TASK REQUIREMENTS
When you reach the line containing "if (electrons <" in the entries below, start writing out each line exactly, and stop after the line containing "readonly bracket: boolean;".

INPUT DATA
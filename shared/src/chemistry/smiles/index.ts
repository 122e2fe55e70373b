/** SMILES reading and writing for the chemistry core. */
export type { SmilesAtom, SmilesBond, SmilesMolecule, SmilesResult } from "./types";
export { parseSmiles } from "./parseSmiles";
export { kekulize } from "./kekulize";
export { writeSmiles } from "./writeSmiles";
export { smilesFormula, smilesNetCharge } from "./smilesFormula";
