/**
 * Valence rules for SMILES: the implicit hydrogens of organic-subset atoms, and the bond count
 * an aromatic atom reaches once its ring is drawn with alternating single and double bonds.
 */

/** Normal valences of the organic subset, lowest first. */
const ORGANIC_VALENCES: Readonly<Record<string, readonly number[]>> = {
  B: [3],
  C: [4],
  N: [3, 5],
  O: [2],
  P: [3, 5],
  S: [2, 4, 6],
  F: [1],
  Cl: [1],
  Br: [1],
  I: [1],
};

/** Valence electrons of the elements that may be written as aromatic atoms. */
const AROMATIC_VALENCE_ELECTRONS: Readonly<Record<string, number>> = {
  B: 3,
  C: 4,
  N: 5,
  O: 6,
  P: 5,
  S: 6,
  As: 5,
  Se: 6,
  Te: 6,
};

/**
 * Implicit hydrogens on an organic-subset atom written without brackets.
 * `bondOrderSum` counts each aromatic bond as 1. An aliphatic atom takes the lowest normal
 * valence that is at least the sum; an aromatic atom also owes one bond to its ring's
 * double-bond pattern, and takes hydrogens only up to its lowest valence (so the nitrogen of
 * Cn1cccc1 carries none).
 */
export function implicitHydrogens(symbol: string, aromatic: boolean, bondOrderSum: number): number {
  const valences = ORGANIC_VALENCES[symbol];
  if (valences === undefined) return 0;
  if (aromatic) {
    const free = valences[0] - bondOrderSum - 1;
    return free > 0 ? free : 0;
  }
  for (const valence of valences) {
    if (valence >= bondOrderSum) return valence - bondOrderSum;
  }
  return 0;
}

/** True for the symbols that may be written without brackets (B C N O P S F Cl Br I). */
export function isOrganicSubset(symbol: string): boolean {
  return ORGANIC_VALENCES[symbol] !== undefined;
}

/**
 * The bond count (hydrogens included) an aromatic atom reaches in a Kekulé structure:
 * the lowest valence of the element after its charge, so N+ behaves like C (4) and C- like N (3).
 * Returns 0 for elements that cannot be aromatic.
 */
export function aromaticTargetValence(symbol: string, charge: number): number {
  const valenceElectrons = AROMATIC_VALENCE_ELECTRONS[symbol];
  if (valenceElectrons === undefined) return 0;
  const electrons = valenceElectrons - charge;
  if (electrons < 0 || electrons > 8) return 0;
  return electrons <= 4 ? electrons : 8 - electrons;
}
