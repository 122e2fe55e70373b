import type { Problem, TextRange } from "../types";

/** One atom as written in a SMILES string. */
export interface SmilesAtom {
  /** Element symbol in its usual capitalisation ("C", "Cl", "Se"), also for aromatic atoms. */
  readonly symbol: string;
  /** Written in lower case (c, n, [nH], [se]): a member of an aromatic system. */
  readonly aromatic: boolean;
  /** Formal charge as written; 0 when none is given. */
  readonly charge: number;
  /** Hydrogens on this atom: the bracket count, or the implicit count from the valence rules. */
  readonly hydrogens: number;
  /** Mass number when one is written, as in [13CH4]. */
  readonly isotope?: number;
  /** Written in square brackets. */
  readonly bracket: boolean;
  /** Where the atom is written (the whole bracket for bracket atoms). */
  readonly range: TextRange;
}

/** A bond between two atoms, by index into the atom list. */
export interface SmilesBond {
  readonly from: number;
  readonly to: number;
  /** 1, 2, 3, or 4 for the quadruple bond `$`. Aromatic bonds carry 1. */
  readonly order: 1 | 2 | 3 | 4;
  /** Part of an aromatic ring system; `kekulize` turns these into single and double bonds. */
  readonly aromatic: boolean;
  /** "/" or "\\" written on this bond (from `from` towards `to`): double-bond geometry. */
  readonly direction?: "/" | "\\";
}

/** The molecular graph read from a SMILES string. */
export interface SmilesMolecule {
  readonly atoms: readonly SmilesAtom[];
  readonly bonds: readonly SmilesBond[];
}

/** The result of reading SMILES: the molecule, or the first problem found. */
export type SmilesResult = { readonly ok: true; readonly value: SmilesMolecule } | { readonly ok: false; readonly problem: Problem };
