import type { SmilesAtom, SmilesBond, SmilesMolecule } from "./types";
import { implicitHydrogens, isOrganicSubset } from "./valence";

const BOND_SYMBOLS = ["", "", "=", "#", "$"] as const;

/**
 * Writes a molecule back as SMILES. Pass the output of `kekulize` for a Kekulé SMILES.
 *
 * Atoms of the organic subset are written bare when their hydrogens are exactly what the
 * valence rules imply; every other atom goes in brackets with its hydrogens, charge and mass
 * number. Hydrogens are never written as separate atoms unless the molecule holds [H] atoms.
 * Stereo is not written (the reader drops it). Parts are joined with ".".
 */
export function writeSmiles(value: SmilesMolecule): string {
  const { atoms, bonds } = value;
  const atomCount = atoms.length;
  const offsets = new Int32Array(atomCount + 1);
  for (const bond of bonds) {
    offsets[bond.from + 1]++;
    offsets[bond.to + 1]++;
  }
  for (let a = 0; a < atomCount; a++) offsets[a + 1] += offsets[a];
  const incident = new Int32Array(offsets[atomCount]);
  const fill = offsets.slice(0, atomCount);
  const bondOrderSums = new Int32Array(atomCount);
  for (let b = 0; b < bonds.length; b++) {
    const { from, to, order } = bonds[b];
    incident[fill[from]++] = b;
    incident[fill[to]++] = b;
    bondOrderSums[from] += order;
    bondOrderSums[to] += order;
  }
  const other = (b: number, atom: number): number => (bonds[b].from === atom ? bonds[b].to : bonds[b].from);

  // Depth-first spanning forest: tree bonds become the chain and branches, the rest ring bonds.
  const visited = new Uint8Array(atomCount);
  const treeBond = new Uint8Array(bonds.length);
  const parentBond = new Int32Array(atomCount).fill(-1);
  const children: number[][] = Array.from({ length: atomCount }, () => []);
  const roots: number[] = [];
  const nextEdge = new Int32Array(atomCount);
  const stack: number[] = [];
  for (let root = 0; root < atomCount; root++) {
    if (visited[root]) continue;
    roots.push(root);
    visited[root] = 1;
    nextEdge[root] = offsets[root];
    stack.push(root);
    while (stack.length > 0) {
      const atom = stack[stack.length - 1];
      if (nextEdge[atom] === offsets[atom + 1]) {
        stack.pop();
        continue;
      }
      const b = incident[nextEdge[atom]++];
      const neighbour = other(b, atom);
      if (visited[neighbour]) continue;
      visited[neighbour] = 1;
      treeBond[b] = 1;
      parentBond[neighbour] = b;
      children[atom].push(neighbour);
      nextEdge[neighbour] = offsets[neighbour];
      stack.push(neighbour);
    }
  }

  // Ring-bond numbers are handed out in writing order and reused once closed.
  const ringNumberOfBond = new Int32Array(bonds.length).fill(-1);
  const numbersInUse: boolean[] = [];
  const written = new Uint8Array(atomCount);
  const out: string[] = [];
  // Work items: an atom index to write, or a literal "(" / ")".
  const work: (number | string)[] = [];
  for (let r = 0; r < roots.length; r++) {
    if (r > 0) out.push(".");
    work.push(roots[r]);
    while (work.length > 0) {
      const item = work.pop()!;
      if (typeof item === "string") {
        out.push(item);
        continue;
      }
      const atom = item;
      if (parentBond[atom] >= 0) out.push(bondSymbol(bonds[parentBond[atom]], atoms));
      out.push(atomText(atoms[atom], bondOrderSums[atom]));
      written[atom] = 1;
      for (let e = offsets[atom]; e < offsets[atom + 1]; e++) {
        const b = incident[e];
        if (treeBond[b]) continue;
        if (ringNumberOfBond[b] >= 0) {
          const number = ringNumberOfBond[b];
          out.push(ringLabel(number));
          numbersInUse[number] = false;
        } else if (!written[other(b, atom)]) {
          let number = 1;
          while (numbersInUse[number]) number++;
          numbersInUse[number] = true;
          ringNumberOfBond[b] = number;
          out.push(bondSymbol(bonds[b], atoms), ringLabel(number));
        }
      }
      const kids = children[atom];
      if (kids.length > 0) {
        work.push(kids[kids.length - 1]);
        for (let k = kids.length - 2; k >= 0; k--) work.push(")", kids[k], "(");
      }
    }
  }
  return out.join("");
}

function ringLabel(number: number): string {
  if (number < 10) return String(number);
  if (number < 100) return `%${number}`;
  return `%(${number})`;
}

function bondSymbol(bond: SmilesBond, atoms: readonly SmilesAtom[]): string {
  const bothAromatic = atoms[bond.from].aromatic && atoms[bond.to].aromatic;
  if (bond.aromatic) return bothAromatic ? "" : ":";
  if (bond.order === 1) return bothAromatic ? "-" : "";
  return BOND_SYMBOLS[bond.order];
}

function atomText(atom: SmilesAtom, bondOrderSum: number): string {
  const symbol = atom.aromatic ? atom.symbol.toLowerCase() : atom.symbol;
  const bare =
    atom.charge === 0 &&
    atom.isotope === undefined &&
    isOrganicSubset(atom.symbol) &&
    // The reader applies the same rule, so a bare atom reads back with the same hydrogens.
    implicitHydrogens(atom.symbol, atom.aromatic, bondOrderSum) === atom.hydrogens;
  if (bare) return symbol;
  const parts = ["["];
  if (atom.isotope !== undefined) parts.push(String(atom.isotope));
  parts.push(symbol);
  if (atom.hydrogens > 0) parts.push(atom.hydrogens === 1 ? "H" : `H${atom.hydrogens}`);
  if (atom.charge !== 0) {
    const sign = atom.charge > 0 ? "+" : "-";
    parts.push(Math.abs(atom.charge) === 1 ? sign : `${sign}${Math.abs(atom.charge)}`);
  }
  parts.push("]");
  return parts.join("");
}
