import type { Problem } from "../types";
import { AROMATIC_BRACKET_SYMBOLS, ELEMENT_SYMBOLS } from "./elementSymbols";
import { position, smilesProblem } from "./problems";

/** What a bracket atom such as [13CH3+:2] says; `end` is the offset just after its `]`. */
export interface BracketAtom {
  readonly symbol: string;
  readonly aromatic: boolean;
  readonly isotope: number | undefined;
  readonly hydrogens: number;
  readonly charge: number;
  readonly end: number;
}

const ZERO = 48;
const NINE = 57;
const UPPER_A = 65;
const UPPER_Z = 90;
const LOWER_A = 97;
const LOWER_Z = 122;

function isDigit(code: number): boolean {
  return code >= ZERO && code <= NINE;
}

function isUpper(code: number): boolean {
  return code >= UPPER_A && code <= UPPER_Z;
}

function isLower(code: number): boolean {
  return code >= LOWER_A && code <= LOWER_Z;
}

/** Chirality classes that take a number: @TH1, @AL2, @SP3, @TB10, @OH25. */
const CHIRAL_CLASSES: ReadonlySet<string> = new Set(["TH", "AL", "SP", "TB", "OH"]);

/**
 * Reads the bracket atom whose `[` is at `start`. Stereo marks and atom classes are checked for
 * form and then dropped: the core works with constitution only.
 */
export function readBracketAtom(text: string, start: number): BracketAtom | Problem {
  const length = text.length;
  let i = start + 1;

  let isotope: number | undefined;
  if (i < length && isDigit(text.charCodeAt(i))) {
    let value = 0;
    const digitsStart = i;
    while (i < length && isDigit(text.charCodeAt(i))) value = value * 10 + text.charCodeAt(i++) - ZERO;
    if (i - digitsStart > 3) {
      return smilesProblem("malformed-formula", `Mass number at ${position(digitsStart)} has more than three digits.`, digitsStart, i);
    }
    isotope = value;
  }

  const symbolStart = i;
  if (i >= length) return unclosed(start, length);
  const first = text.charCodeAt(i);
  const second = i + 1 < length ? text.charCodeAt(i + 1) : 0;
  let symbol: string | undefined;
  let aromatic = false;
  if (isUpper(first)) {
    if (isLower(second) && ELEMENT_SYMBOLS.has(text.slice(i, i + 2))) {
      symbol = text.slice(i, i + 2);
      i += 2;
    } else if (ELEMENT_SYMBOLS.has(text[i])) {
      symbol = text[i];
      i += 1;
    }
  } else if (isLower(first)) {
    const pair = isLower(second) ? AROMATIC_BRACKET_SYMBOLS.get(text.slice(i, i + 2)) : undefined;
    if (pair !== undefined) {
      symbol = pair;
      i += 2;
    } else {
      symbol = AROMATIC_BRACKET_SYMBOLS.get(text[i]);
      if (symbol !== undefined) i += 1;
    }
    aromatic = symbol !== undefined;
  } else if (first === 42 /* * */) {
    return smilesProblem("unknown-element", `The wildcard atom * at ${position(i)} is not supported; write an element symbol.`, i, i + 1);
  }
  if (symbol === undefined) {
    if (first === 93 /* ] */) {
      return smilesProblem("malformed-formula", `Bracket atom at ${position(start)} has no element symbol.`, start, i + 1);
    }
    let end = i + 1;
    while (end < length && end < i + 3 && isLower(text.charCodeAt(end))) end++;
    if (!isUpper(first) && !isLower(first)) {
      return smilesProblem("malformed-formula", `Expected an element symbol at ${position(i)}, found "${text[i]}".`, i, i + 1);
    }
    return smilesProblem(
      "unknown-element",
      `"${text.slice(i, end)}" at ${position(i)} is not an element symbol${isLower(first) ? " that can be written aromatic" : ""}.`,
      symbolStart,
      end,
    );
  }

  if (i < length && text.charCodeAt(i) === 64 /* @ */) {
    const stereoStart = i;
    i++;
    if (i < length && text.charCodeAt(i) === 64) {
      i++;
    } else if (i + 1 < length && CHIRAL_CLASSES.has(text.slice(i, i + 2))) {
      i += 2;
      const digitsStart = i;
      while (i < length && i < digitsStart + 2 && isDigit(text.charCodeAt(i))) i++;
      if (i === digitsStart) {
        return smilesProblem("malformed-formula", `Stereo mark at ${position(stereoStart)} needs a number, as in @TH1.`, stereoStart, i);
      }
    }
  }

  let hydrogens = 0;
  if (i < length && text.charCodeAt(i) === 72 /* H */) {
    i++;
    hydrogens = 1;
    if (i < length && isDigit(text.charCodeAt(i))) {
      hydrogens = text.charCodeAt(i++) - ZERO;
      if (i < length && isDigit(text.charCodeAt(i))) hydrogens = hydrogens * 10 + text.charCodeAt(i++) - ZERO;
    }
  }

  let charge = 0;
  if (i < length) {
    const sign = text.charCodeAt(i);
    if (sign === 43 /* + */ || sign === 45 /* - */) {
      const direction = sign === 43 ? 1 : -1;
      i++;
      if (i < length && isDigit(text.charCodeAt(i))) {
        let magnitude = text.charCodeAt(i++) - ZERO;
        if (i < length && isDigit(text.charCodeAt(i))) magnitude = magnitude * 10 + text.charCodeAt(i++) - ZERO;
        charge = direction * magnitude;
      } else if (i < length && text.charCodeAt(i) === sign) {
        // "++" and "--" are the only repeated forms the grammar allows; "+++" is not SMILES.
        charge = 2 * direction;
        i++;
      } else {
        charge = direction;
      }
    }
  }

  if (i < length && text.charCodeAt(i) === 58 /* : */) {
    const classStart = i;
    i++;
    while (i < length && isDigit(text.charCodeAt(i))) i++;
    if (i === classStart + 1) {
      return smilesProblem("malformed-formula", `Atom class at ${position(classStart)} needs a number, as in :1.`, classStart, i);
    }
  }

  if (i >= length) return unclosed(start, length);
  if (text.charCodeAt(i) !== 93 /* ] */) {
    return smilesProblem(
      "malformed-formula",
      `Unexpected "${text[i]}" at ${position(i)} inside the bracket atom that starts at ${position(start)}.`,
      i,
      i + 1,
    );
  }
  return { symbol, aromatic, isotope, hydrogens, charge, end: i + 1 };
}

function unclosed(start: number, length: number): Problem {
  return smilesProblem("unbalanced-brackets", `The "[" at ${position(start)} is never closed with "]".`, start, length);
}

ANSWER SECTION
  if (electrons < 0 || electrons > 8) return 0;
  return electrons <= 4 ? electrons : 8 - electrons;
}
repository 122e2fe55e70373b
import type { Problem, TextRange } from "../types";

/** One atom as written in a SMILES string. */
export interface SmilesAtom {
  /** Element symbol in its usual capitalisation ("C", "Cl", "Se"), also for aromatic atoms. */
  readonly symbol: string;
  /** Written in lower case (c, n, [nH], [se]): a member of an aromatic system. */
  readonly aromatic: boolean;
  /** Formal charge as written; 0 when none is given. */
  readonly charge: number;
  /** Hydrogens on this atom: the bracket count, or the implicit count from the valence rules. */
  readonly hydrogens: number;
  /** Mass number when one is written, as in [13CH4]. */
  readonly isotope?: number;
  /** Written in square brackets. */
  readonly bracket: boolean;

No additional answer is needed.